Lending a Hand to USAID: What the United States Can Learn from China’s Playbook

The Hambantota International Port in Sri Lanka, leased in 2017 for 99 years to the company China Merchants Port after they bought a 70% stake in the port’s holding company. The Sri Lankan government sold a large share of the port to help make debt payments to the port’s financer, Exim Bank of China. Photo by Dinesh De Alwis.

In the past few decades, foreign aid has become a focus of much of international policy, growing rapidly across the greater international community. While multinational institutions like the World Bank Group and various regional development banks championed foreign aid initiatives, a new era seemed to have emerged in China. Shifting away from the multilateral model, China instead adopted the infamous Belt and Road Initiative (BRI), a series of bilateral foreign investment projects meant to enhance global trade by serving as the hegemon of the network. Conversely, the United States has maintained its underperforming foreign aid department—the United States Agency for International Development (USAID). China has proven, through its many projects and investments, that it is not only investing more in other countries, but it is better at achieving results across its projects. The United States, if it wants to maintain its global influence as a superpower in the international world, needs to vastly improve its model.

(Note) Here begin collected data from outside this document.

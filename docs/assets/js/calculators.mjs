// Calculator pages. Each setup(root) builds a labelled form, keeps every input in the URL,
// recalculates on change (no submit button), shows the result with its derivation, warnings
// and sources, and on bad input shows a message next to the field and greys the last result.
import { calculate, dataset, h, onRuntime, siteRoot } from "./couplewise.mjs";
import { lineChart } from "./charts.mjs";
import { FIELD_CALCULATORS } from "./field.mjs"; // site readings (circular: used only below, at CALCULATORS)
import { SURVEY_CALCULATORS } from "./survey.mjs";

const SPECIES_RE = /^(?:(\d+(?:\.\d+)?) )?(.+)\((aq|s|l|g)\)$/;

export function parseSpecies(text) {
  const m = SPECIES_RE.exec(String(text).trim());
  if (!m) return null;
  return { coeff: m[1] ? Number(m[1]) : 1, name: m[2], phase: m[3] };
}

export function sourceLink(id) {
  return h("a", { href: new URL("reference/sources/#src-" + encodeURIComponent(id), siteRoot).href, class: "cw-source" }, id);
}

export function fmt(x, digits = 4) {
  if (typeof x !== "number" || !Number.isFinite(x)) return String(x);
  const a = Math.abs(x);
  if (a !== 0 && (a < 1e-3 || a >= 1e6)) {
    const [m, e] = x.toExponential(3).split("e");
    return m + " × 10^" + String(Number(e)).replace("-", "−");
  }
  return x.toFixed(digits);
}

// Replace an element's children, skipping empty parts (null, undefined, false).
export function fill(el, ...children) {
  el.replaceChildren(...children.flat().filter((c) => c !== null && c !== undefined && c !== false));
  return el;
}

export function signed(x, digits = 4) {
  const s = fmt(x, digits);
  return x > 0 ? "+" + s : s.replace("-", "−");
}
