"""Serve a built site and take screenshots of pages at tablet and laptop sizes.

    .venv/bin/python build/screenshots.py SITE_DIR OUT_DIR [page ...]

Used by maintainers to look at pages as users do (and for the README's pictures).
"""

import os
import sys

ROOT = os.path.dirname(os.path.dirname(os.path.abspath(__file__)))
sys.path.insert(0, ROOT)
sys.path.insert(0, os.path.join(ROOT, "tests", "browser"))  # browserkit

from browserkit import CHROMIUM, CHROMIUM_ARGS, Served  # noqa: E402

PAGES = ["", "calculators/joint/", "calculators/matrix/", "calculators/couple/", "calculators/electrode/",
         "calculators/convert/", "calculators/activity/", "reference/series/", "reference/galvanic-series/",
         "reference/materials/carbon-steel/"]
SIZES = {"tablet": (768, 1024), "laptop": (1280, 800)}


def main(site, out, pages):
    from playwright.sync_api import sync_playwright

    os.makedirs(out, exist_ok=True)
    srv = Served(site)
    with sync_playwright() as pw:
        br = pw.chromium.launch(executable_path=CHROMIUM, headless=True, args=CHROMIUM_ARGS)
        for label, (w, hgt) in SIZES.items():
            ctx = br.new_context(viewport={"width": w, "height": hgt})
            page = ctx.new_page()
            page.on("console", lambda m: print("console:", m.type, m.text) if m.type in ("error", "warning") else None)
            for p in pages:
                page.goto(srv.url(p))
                if "calculators" in p:
                    try:
                        page.wait_for_selector(".cw-runtime[data-stage='ready']", timeout=120_000)
                        page.wait_for_selector(".cw-result > :not(.cw-pending)", timeout=90_000)
                        page.wait_for_timeout(2500)
                    except Exception as exc:  # noqa: BLE001 - a screenshot of the failure is the point
                        print("no result on", p, exc)
                name = (p.strip("/").replace("/", "_") or "home") + f"-{label}.png"
                page.screenshot(path=os.path.join(out, name), full_page=True)
                width = page.evaluate("document.documentElement.scrollWidth")
                print(f"{name}: scrollWidth {width} (viewport {w})")
            ctx.close()
        br.close()
    srv.stop()


if __name__ == "__main__":
    main(sys.argv[1], sys.argv[2], sys.argv[3:] or PAGES)
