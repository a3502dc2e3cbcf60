// Precompile Pyodide's standard library to bytecode, inside Pyodide itself (so the bytecode
// matches the runtime's Python exactly), and write it as a new zip for `stdLibURL`.
// Start-up then skips compiling ~140 modules from source (see docs/performance.md).
//   node build/make_pyc_stdlib.mjs node_modules/pyodide OUT.zip
import { readFileSync, writeFileSync } from "node:fs";
import { resolve } from "node:path";
import { pathToFileURL } from "node:url";

const [dir, out] = process.argv.slice(2);
const { loadPyodide } = await import(pathToFileURL(resolve(dir, "pyodide.mjs")).href);
const py = await loadPyodide({ indexURL: resolve(dir) + "/", stdout: () => {}, stderr: (s) => process.stderr.write(s + "\n") });
py.FS.writeFile("/tmp/stdlib_src.zip", readFileSync(resolve(dir, "python_stdlib.zip")));
const report = py.runPython(`
import importlib.util, marshal, zipfile
from importlib._bootstrap_external import _code_to_hash_pyc
src = zipfile.ZipFile("/tmp/stdlib_src.zip")
n_pyc = n_kept = n_fail = 0
with zipfile.ZipFile("/tmp/stdlib_pyc.zip", "w", zipfile.ZIP_DEFLATED) as dst:
    for info in src.infolist():
        data = src.read(info.filename)
        if info.filename.endswith(".py"):
            try:
                code = compile(data, info.filename, "exec", dont_inherit=True, optimize=0)
            except SyntaxError:
                dst.writestr(info.filename, data); n_fail += 1
                continue
            # unchecked hash-based pyc: zipimport loads it without looking for the source
            pyc = _code_to_hash_pyc(code, importlib.util.source_hash(data), checked=False)
            dst.writestr(info.filename + "c", bytes(pyc)); n_pyc += 1
        else:
            dst.writestr(info, data); n_kept += 1
f"{n_pyc} modules compiled, {n_kept} other files kept, {n_fail} left as source"
`);
writeFileSync(out, py.FS.readFile("/tmp/stdlib_pyc.zip"));
process.stderr.write(`stdlib bytecode zip: ${report}\n`);
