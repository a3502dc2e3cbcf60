"""Draw the Couplewise app icons (our own design: two plates joined by a bolt, on teal).

Pure Python (zlib + struct), run once by a maintainer; the PNGs are committed:
    python build/make_icons.py docs/assets/icons
"""

import os
import struct
import sys
import zlib

TEAL = (15, 110, 110, 255)
LIGHT = (222, 235, 240, 255)
COPPER = (196, 112, 64, 255)
GREY = (120, 132, 144, 255)


def inside_round_rect(x, y, x0, y0, x1, y1, r):
    if x < x0 or x > x1 or y < y0 or y > y1:
        return False
    cx = min(max(x, x0 + r), x1 - r)
    cy = min(max(y, y0 + r), y1 - r)
    return (x - cx) ** 2 + (y - cy) ** 2 <= r * r


def pixel(u, v, maskable):
    """Colour at normalised coordinates (u, v) in [0, 1)."""
    pad = 0.0 if maskable else 0.04
    if not inside_round_rect(u, v, pad, pad, 1 - pad, 1 - pad, 0.0 if maskable else 0.18):
        return (0, 0, 0, 0)
    # lower plate (light metal) and upper plate (copper), overlapping in the middle
    if 0.22 <= u <= 0.78 and 0.56 <= v <= 0.68:
        return LIGHT
    if 0.30 <= u <= 0.86 and 0.40 <= v <= 0.52:
        return COPPER
    # the bolt through both
    if 0.50 <= u <= 0.58 and 0.30 <= v <= 0.78:
        return GREY
    if 0.45 <= u <= 0.63 and 0.26 <= v <= 0.32:
        return GREY
    return TEAL


def png(size, maskable=False):
    rows = []
    for y in range(size):
        row = bytearray([0])
        for x in range(size):
            row.extend(pixel((x + 0.5) / size, (y + 0.5) / size, maskable))
        rows.append(bytes(row))
    raw = zlib.compress(b"".join(rows), 9)

    def chunk(tag, data):
        return struct.pack(">I", len(data)) + tag + data + struct.pack(">I", zlib.crc32(tag + data) & 0xFFFFFFFF)

    return (b"\x89PNG\r\n\x1a\n" + chunk(b"IHDR", struct.pack(">IIBBBBB", size, size, 8, 6, 0, 0, 0))
            + chunk(b"IDAT", raw) + chunk(b"IEND", b""))


def main(out):
    os.makedirs(out, exist_ok=True)
    for size in (192, 512):
        with open(os.path.join(out, f"icon-{size}.png"), "wb") as fh:
            fh.write(png(size))
    with open(os.path.join(out, "icon-maskable-512.png"), "wb") as fh:
        fh.write(png(512, maskable=True))


if __name__ == "__main__":
    main(sys.argv[1] if len(sys.argv) > 1 else "docs/assets/icons")
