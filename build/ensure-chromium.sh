#!/usr/bin/env bash
# The browser tests drive Debian's chromium (Playwright's own browser download does not work here).
set -eu
if [ -x /usr/bin/chromium ]; then exit 0; fi
if [ "$(id -u)" = "0" ] && command -v apt-get >/dev/null 2>&1; then
  echo "chromium is missing: installing Debian's chromium with apt-get" >&2
  apt-get update -qq && DEBIAN_FRONTEND=noninteractive apt-get install -y -qq chromium >/dev/null
  exit 0
fi
echo "The browser tests need Debian's chromium at /usr/bin/chromium: run 'sudo apt-get install chromium' and try again." >&2
exit 1
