# --- 3. sources ------------------------------------------------------------------------------------
def _source_fields(rec, prefix=()):
    """(field path, value) of every source/*_source field, nested mappings included."""
    for key, value in rec.items():
        if key == "source" or (isinstance(key, str) and key.endswith("_source")):
            yield prefix + (key,), value
        elif isinstance(value, dict):
            yield from _source_fields(value, prefix + (key,))
        elif isinstance(value, list):  # lists of citations (e.g. cp_criteria also[])
            for i, item in enumerate(value):
                if isinstance(item, dict):
                    yield from _source_fields(item, prefix + (key, i))


def _numeric(value):
    """True for a number, or a non-empty list or mapping of numbers."""
    if _is_num(value):
        return True
    if isinstance(value, list) and value:
        return all(_is_num(v) for v in value)
    if isinstance(value, dict) and value:
        return all(_is_num(v) for v in value.values())
    return False


def _prefixes(field):
    parts = field.split("_")
    return ["_".join(parts[:i]) for i in range(len(parts) - 1, 0, -1)]


def _value_sourcing(kind, label, rec, out, parents=(), path=()):
    """Every numeric value has a source and a confidence (its own, a fallback or the record's)."""
    chain = (rec,) + parents
    for key, value in rec.items():
        if not isinstance(key, str):
            continue
        if isinstance(value, dict) and not _numeric(value):
            _value_sourcing(kind, label, value, out, chain, path + (key,))
            continue
        if key in NO_SOURCE_FIELDS or key.endswith(("_source", "_confidence")) or value is None or not _numeric(value):
            continue
        field = _field_path(path + (key,))
        prefixes = _prefixes(key)
        prefixes_all = prefixes + SOURCE_FALLBACK.get(key, [])
        own = [p + "_source" for p in prefixes_all]
        if not any(c in rec for c in own) and not any("source" in r for r in chain):
            want = (prefixes[-1] + "_source") if prefixes else "source"
            out.error(kind, label, field, f"value {_fmt(value)} has no source: "
                                          f"add '{want}' with an id from sources.yaml")
        own_conf = [p + "_confidence" for p in prefixes_all]
        conf_key = next((c for c in own_conf if c in rec), None)
        holder = rec if conf_key else next((r for r in chain if "confidence" in r), None)
        if holder is None:
            want = (prefixes[-1] + "_confidence") if prefixes else "confidence"
            out.error(kind, label, field, f"value {_fmt(value)} has no confidence: add '{want}' "
                                          f"(one of {', '.join(CONFIDENCES)})")
        else:
            ckey = conf_key or "confidence"
            conf = holder.get(ckey)
            if conf not in CONFIDENCES:
                cfield = _field_path(path + (ckey,)) if holder is rec else ckey
                out.error(kind, label, cfield, f"confidence {_fmt(conf)} is not one of {', '.join(CONFIDENCES)}")
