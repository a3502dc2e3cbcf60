"""Reference pages generated from the dataset bundle at build time.

:func:`generate_pages` maps doc paths (relative to ``docs/``) to Markdown. The mkdocs hook adds
them as generated files, so they are never committed. Rules the pages keep:

- every data string is escaped (:func:`esc`): data is text, never HTML or Markdown, so a
  ``<script>`` in a note shows literally;
- every value carries a link to its source's anchor on ``reference/sources.md``
  (``#src-<id>``), and values recalled rather than read carry the :data:`RECALLED` badge;
- links are relative ``.md`` links, which mkdocs rewrites for ``use_directory_urls``;
- titles carry names, UNS numbers and couple ids so the built-in search finds them.
"""

import functools
import html
import json
import posixpath
import re

from calc.errors import InputError
from calc.species import parse_species

from .charts import CHART_PATH, SERIES_NOTE

#: the badge on a value recalled from its source and not re-read (defined once, used everywhere)
RECALLED = ('<abbr class="cw-recalled" title="recalled: this value was not re-read in the cited source; '
            'check it there before relying on it">(r)</abbr>')
#: the badge on a value computed here from other published values
COMPUTED = ('<abbr class="cw-computed" title="computed: derived here from published values '
            '(see the source note)">(c)</abbr>')
#: the flag on a couple whose ion is not stable in water
HYPOTHETICAL = ('<abbr class="cw-hypothetical" title="hypothetical couple: the ion is not stable in water, '
                'so the value is estimated, not measured">hypothetical</abbr>')

LEGEND = (f"{RECALLED} value recalled from the cited source, not re-read: check it before relying on it. "
          f"{COMPUTED} value computed here from published values. "
          "Each value links to its source in the [bibliography]({sources}).")

# characters that mean something to Markdown or its extensions (tables, attr_list, emoji,
# mark, caret, tilde, arithmatex) or to HTML: written as character references
_ESCAPE = {c: f"&#{ord(c)};" for c in "\\`*_{}[]#|~^=:$<>\"'&"}
_ESCAPE_TABLE = str.maketrans(_ESCAPE)
_CONTROL_RE = re.compile(r"[\x00-\x08\x0b\x0c\x0e-\x1f\x7f]")
_SPACE_RE = re.compile(r"\s+")


def esc(text):
    """Data text as Markdown that renders to exactly that text (no markup, no HTML).

    Args:
        text: any data value; None gives an empty string [unitless]

    Returns:
        the escaped text, on one line

    >>> esc("<script>alert(1)</script>")
    '&#60;script&#62;alert(1)&#60;/script&#62;'
    >>> esc("a | b *c*")
    'a &#124; b &#42;c&#42;'
    """
    if text is None:
        return ""
    text = _CONTROL_RE.sub("\ufffd", str(text))
    text = _SPACE_RE.sub(" ", text).strip()
    return text.translate(_ESCAPE_TABLE).replace("--", "-&#45;")


def _attr(text):
    return html.escape(re.sub(r"\s+", " ", str(text)), quote=True)


def _slug(text, charges=False):
    """Anchor-safe slug of an id: 'seawater-flowing' -> 'seawater-flowing'; with ``charges``
    (couple and ion ids) '+' and '-' are charge signs: 'Fe3+/Fe2+' -> 'fe3p-fe2p', 'OH-' -> 'ohm'."""
    out = []
    for ch in str(text):
        if ch.isascii() and ch.isalnum():
            out.append(ch.lower())
        elif charges and ch == "+":
            out.append("p")
        elif charges and ch == "-":
            out.append("m")
        elif ch in "^":
            continue
        else:
            out.append("-")
    slug = re.sub(r"-+", "-", "".join(out)).strip("-")
    return slug or "x"


def source_anchor(source_id):
    """Anchor of a source on the bibliography page: ``src-<id>``.

    >>> source_anchor("crc-vanysek")
    'src-crc-vanysek'
    """
    return "src-" + re.sub(r"[^a-z0-9-]+", "-", str(source_id).lower()).strip("-")


def couple_anchor(couple_id):
    """Anchor of a half-reaction on the series page: ``hr-<slug>``.

    >>> couple_anchor("Fe3+/Fe2+")
    'hr-fe3p-fe2p'
    """
    return "hr-" + _slug(couple_id, charges=True)


def electrode_anchor(electrode_id):
    """Anchor of a reference electrode on the electrodes page."""
    return "ref-" + _slug(electrode_id)


def environment_anchor(env_id):
    """Anchor of an environment on the environments page."""
    return "env-" + _slug(env_id)


def material_file(material_id):
    """File name of a material's page inside ``reference/materials/``.

    >>> material_file("stainless-316-passive")
    'stainless-316-passive.md'
    """
    name = re.sub(r"[^a-z0-9-]+", "-", str(material_id).lower()).strip("-") or "material"
    return ("material-" + name if name == "index" else name) + ".md"


def _num(value, places=0):
    """A number as written in the data (shortest round-trip form), with at least ``places`` decimals."""
    if isinstance(value, bool) or not isinstance(value, (int, float)):
        return esc(value)
    if isinstance(value, int):
        return f"{value:.{places}f}" if places else str(value)
    text = repr(value)
    if "e" in text or "n" in text:  # exponent, nan, inf
        return text
    decimals = len(text.split(".")[1]) if "." in text else 0
    if text.endswith(".0") and not places:
        return text[:-2]
    return f"{value:.{max(decimals, places)}f}"
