/**
 * Public coordinates of a locality: the deposit validation's `publicLocality` (rounded to the locality's
 * generalisation grid), so sensitive sites never leave the server with more precision than allowed.
 */
import type { Locality } from "../../../../shared/types/dataset";
import { publicLocality } from "../../../../shared/validation/coordinates";

export function publicCoordinates(loc: Record<string, unknown>): { latitude: number | null; longitude: number | null } {
  const p = publicLocality(loc as Partial<Locality>);
  return {
    latitude: typeof p.decimalLatitude === "number" ? p.decimalLatitude : null,
    longitude: typeof p.decimalLongitude === "number" ? p.decimalLongitude : null,
  };
}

Foreign aid generally falls under two categories: official development assistance (ODA) and other official flows (OOF). The Organisation for Economic Co-operation and Development is the international body responsible for tracking these transactions and designating these labels. It defines ODA as “government aid that promotes and specifically targets the economic development and welfare of developing countries,” specifically such that it does not have a grant element below 25%, meaning it cannot be in the form of high-interest or predatory loan. All aid that doesn’t fall in this category is then defined as part “other official flows,” or OOF, which includes aid such as loans that have a grant element below 25%, private sector subsidies, export credits, and aid not directed at economic development.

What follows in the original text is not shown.